--- START ---

class SparkSession:
    """Run recipes in Spark on CDM tables; tables come back as polars.

    Parameters
    ----------
    spark
        A pyspark session (:func:`local_spark`, :func:`connect_spark`, or one of your own with the
        same settings: UTC, ``spark.sql.timestampType=TIMESTAMP_NTZ``).
    source
        Where the CDM tables are. With ``reader="duckdb"`` (the default) an extract of any format
        :func:`cohort.source.open_extract` reads, checked and staged as Parquet under ``staging``
        (Spark and this process must share the file system: a local session). With
        ``reader="spark"`` a folder of Parquet tables (``<table>.parquet`` or ``<table>/``) that
        Spark reads itself, local or remote (``s3a://``, ``hdfs://``); the columns are cast to the
        CDM types and an absent optional table is an empty view.
    staging
        A folder for the recipes' tables (written as Parquet by Spark, read back as views; default
        a temporary folder removed by :meth:`close`). With a cluster it must be a path every
        executor and this process see the same way.
    database
        Instead of ``source``: a database of the session's catalog holding the CDM tables
        (``--schema``).
    reader
        ``"duckdb"`` or ``"spark"`` (see ``source``).

    Examples
    --------
    >>> with SparkSession(local_spark(), "demo/extract") as session:   # doctest: +SKIP
    ...     run_recipes(session, "consensus-2024")
    """

    dialect = "spark"

    def __init__(
        self,
        spark: Any,
        source: str | Path | None = None,
        *,
        staging: str | Path | None = None,
        database: str | None = None,
        reader: str = "duckdb",
    ) -> None:
        self.spark = spark
        conf = spark.conf
        if conf.get("spark.sql.session.timeZone") != "UTC":
            msg = ("the Spark session's time zone must be UTC (spark.sql.session.timeZone); got "
                   f"{conf.get('spark.sql.session.timeZone')!r}")
            raise InputError(msg)
        if (source is None) == (database is None):
            msg = ("SparkSession needs the CDM tables from exactly one place: a Parquet folder "
                   "(source, --source) or a catalog database holding them (database, --schema)")
            raise InputError(msg)
        if reader not in ("duckdb", "spark"):
            msg = f"reader must be 'duckdb' or 'spark', got {reader!r}"
            raise InputError(msg)
        self._own_staging = staging is None
        self.staging = Path(tempfile.mkdtemp(prefix="dka-spark-")) if staging is None else Path(staging)
        self.staging.mkdir(parents=True, exist_ok=True)
        self.seconds: dict[str, float] = {}
        self._paths: dict[str, Path] = {}
        self._views: set[str] = set()
        self.cdm_rows: dict[str, int] = {}
        started = time.perf_counter()
        try:
            if database is not None:
                self._from_catalog(database)
            elif reader == "spark":
                self._from_parquet(str(source))
            else:
                self._from_extract(source)
        except BaseException:
            self.close()
            raise
        self.seconds["load"] = time.perf_counter() - started

    def _from_extract(self, source: str | Path) -> None:
        """Stage the extract's typed views (DuckDB reads it) as Parquet; Spark reads the copies."""
        from cohort._cdm import CDM_TABLES
        from cohort.source import open_extract

        with open_extract(source) as extract:
            for table, columns in CDM_TABLES.items():
                names = ", ".join(column.name for column in columns)
                path = self.staging / f"cdm_{table}.parquet"
                extract.con.execute(f"copy (select {names} from {table}) to '{path}' (format parquet)")
                self._view(self.spark.read.parquet(str(path)), table)

    def _typed(self, frame: Any, table: str, where: str) -> Any:
        """Select the full CDM column list of ``table`` from ``frame`` with the CDM types."""
        from cohort._cdm import CDM_TABLES

        present = {name.lower(): name for name in frame.columns}
        lacking = [column.name for column in CDM_TABLES[table] if column.used and column.name not in present]
        if lacking:
            msg = (f"{where}: CDM table {table} lacks the column(s) {', '.join(lacking)} the pipeline "
                   "reads; add them (OMOP CDM v5.4 names)")
            raise InputError(msg)
        selects = []
        for column in CDM_TABLES[table]:
            kind = _SPARK_TYPES[column.kind]
            if column.name in present:
                selects.append(f"cast(`{present[column.name]}` as {kind}) as {column.name}")
            else:
                selects.append(f"cast(null as {kind}) as {column.name}")
        return frame.selectExpr(*selects)

    def _empty(self, table: str) -> Any:
        from cohort._cdm import CDM_TABLES

        ddl = ", ".join(f"{column.name} {_SPARK_TYPES[column.kind]}" for column in CDM_TABLES[table])
        return self.spark.createDataFrame([], ddl)

    def _from_parquet(self, folder: str) -> None:
        """Spark reads ``<folder>/<table>`` or ``<folder>/<table>.parquet`` itself (local or remote paths)."""
        from cohort._cdm import CDM_TABLES, REQUIRED_TABLES

        base = folder.rstrip("/")
        local = "://" not in base
        if local and not Path(base).is_dir():
            msg = f"--source {folder}: no such folder; give a folder of CDM Parquet tables (<table>.parquet)"
            raise InputError(msg)
        missing = []
        for table in CDM_TABLES:
            frame = None
            for candidate in (f"{base}/{table}.parquet", f"{base}/{table}"):
                if local and not Path(candidate).exists():
                    continue
                try:
                    frame = self.spark.read.parquet(candidate)
                    break
                except Exception:  # noqa: BLE001 - not there (remote paths cannot be checked first)
                    continue
            if frame is None:
                if table in REQUIRED_TABLES:
                    missing.append(table)
                    continue
                frame = self._empty(table)
            else:
                frame = self._typed(frame, table, f"--source {folder}")
            self._view(frame, table)
        if missing:
            msg = (f"--source {folder} lacks the CDM table(s) {', '.join(missing)} (looked for "
                   "<table>.parquet and <table>/ of Parquet files); the episodes need "
                   f"{', '.join(REQUIRED_TABLES)}")
            raise InputError(msg)

    def _from_catalog(self, database: str) -> None:
        """Views over ``<database>.<table>`` of the session's catalog, typed as the CDM says."""
        from cohort._cdm import CDM_TABLES, REQUIRED_TABLES

        catalog = self.spark.catalog
        try:
            exists = catalog.databaseExists(database)
        except Exception:  # noqa: BLE001 - some catalogs cannot say
            exists = True
        if not exists:
            msg = (f"the Spark catalog has no database {database!r} (--schema); give the database "
                   "holding the CDM tables, or --source a folder of CDM Parquet tables")
            raise InputError(msg)
        missing = []
        for table in CDM_TABLES:
            if catalog.tableExists(f"{database}.{table}"):
                frame = self._typed(self.spark.table(f"{database}.{table}"), table, f"database {database}")
            elif table in REQUIRED_TABLES:
                missing.append(table)
                continue
            else:
                frame = self._empty(table)
            self._view(frame, table)
        if missing:
            msg = (f"Spark database {database} lacks the CDM table(s) {', '.join(missing)}; the "
                   f"episodes need {', '.join(REQUIRED_TABLES)}")
            raise InputError(msg)

    def __enter__(self) -> SparkSession:
        return self

    def __exit__(self, *exc: object) -> None:
        self.close()

    def _view(self, frame: Any, name: str) -> None:
        frame.createOrReplaceTempView(name)
        self._views.add(name)

    def close(self) -> None:
        """Drop the temporary views made here and remove the staging folder (the session stays)."""
        for name in sorted(self._views):
            self.spark.catalog.dropTempView(name)
        self._views.clear()
        if self._own_staging:
            shutil.rmtree(self.staging, ignore_errors=True)

    def _sql(self, sql: str, recipe: str) -> Any:
        try:
            return self.spark.sql(sql)
        except Exception as error:
            text = str(error).strip().splitlines()[0] if str(error).strip() else type(error).__name__
            msg = f"Spark refused {recipe}: {text}"
            raise CohortError(msg) from None

    def register_codelists(self, lists: Any) -> None:
        """Stage the code lists as Parquet and register ``dka_codelist_<name>`` views."""
        for name, frame in lists.frames.items():
            path = self.staging / f"codelist_{name}.parquet"
            frame.write_parquet(path)
            self._view(self.spark.read.parquet(str(path)), f"dka_codelist_{name}")

    def _path(self, target: str) -> Path:
        self._version = getattr(self, "_version", 0) + 1
        return self.staging / f"{target}_{self._version}.parquet"

    def _write(self, frame: Any, path: Path, target: str, mode: str = "error") -> None:
        try:
            frame.write.mode(mode).parquet(str(path))
        except Exception as error:
            text = str(error).strip().splitlines()[0]
            msg = f"Spark failed running {target}: {text}"
            raise CohortError(msg) from None

    def materialise(self, target: str, sql: str) -> None:
        """Write ``sql`` to Parquet under the staging folder and make ``target`` a view over it.

        Each table is written once to a new path, so a recipe never reads files being replaced
        and the episode loop's plans stay short.
        """
        started = time.perf_counter()
        path = self._path(target)
        self._write(self._sql(sql, target), path, target)
        self._paths[target] = path
        self._view(self.spark.read.parquet(str(path)), target)
        self.seconds[target] = self.seconds.get(target, 0.0) + time.perf_counter() - started

    def append(self, target: str, sql: str) -> None:
        """Append the rows of ``sql`` to table ``target``'s Parquet folder."""
        path = self._paths[target]
        self._write(self._sql(sql, target), path, target, mode="append")
        self._view(self.spark.read.parquet(str(path)), target)

    def count(self, table: str) -> int:
        """Rows of ``table``."""
        return int(self.spark.table(table).count())

    def query(self, sql: str, recipe: str = "<query>") -> list[tuple[Any, ...]]:
        """Rows of a select (written for Spark)."""
        try:
            return [tuple(row) for row in self._sql(sql, recipe).collect()]
        except CohortError:
            raise
        except Exception as error:  # noqa: BLE001
            msg = f"Spark failed running {recipe}: {str(error).strip().splitlines()[0]}"
            raise CohortError(msg) from None

    def fetch(self, table: str, *, order_by: str | None = None) -> pl.DataFrame:
        """Table ``table`` as polars (through Arrow); ``order_by`` a column list to sort on."""
        frame = self.spark.table(table)
        if order_by:
            frame = frame.orderBy(*[name.strip() for name in order_by.split(",")])
        return pl.from_arrow(frame.toArrow())  # type: ignore[return-value]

--- END ---

- [What is required] Extract every line from the records above that contains the word "back".

- [Answer for this exercise]
    """Run recipes in Spark on CDM tables; tables come back as polars.
        A folder for the recipes' tables (written as Parquet by Spark, read back as views; default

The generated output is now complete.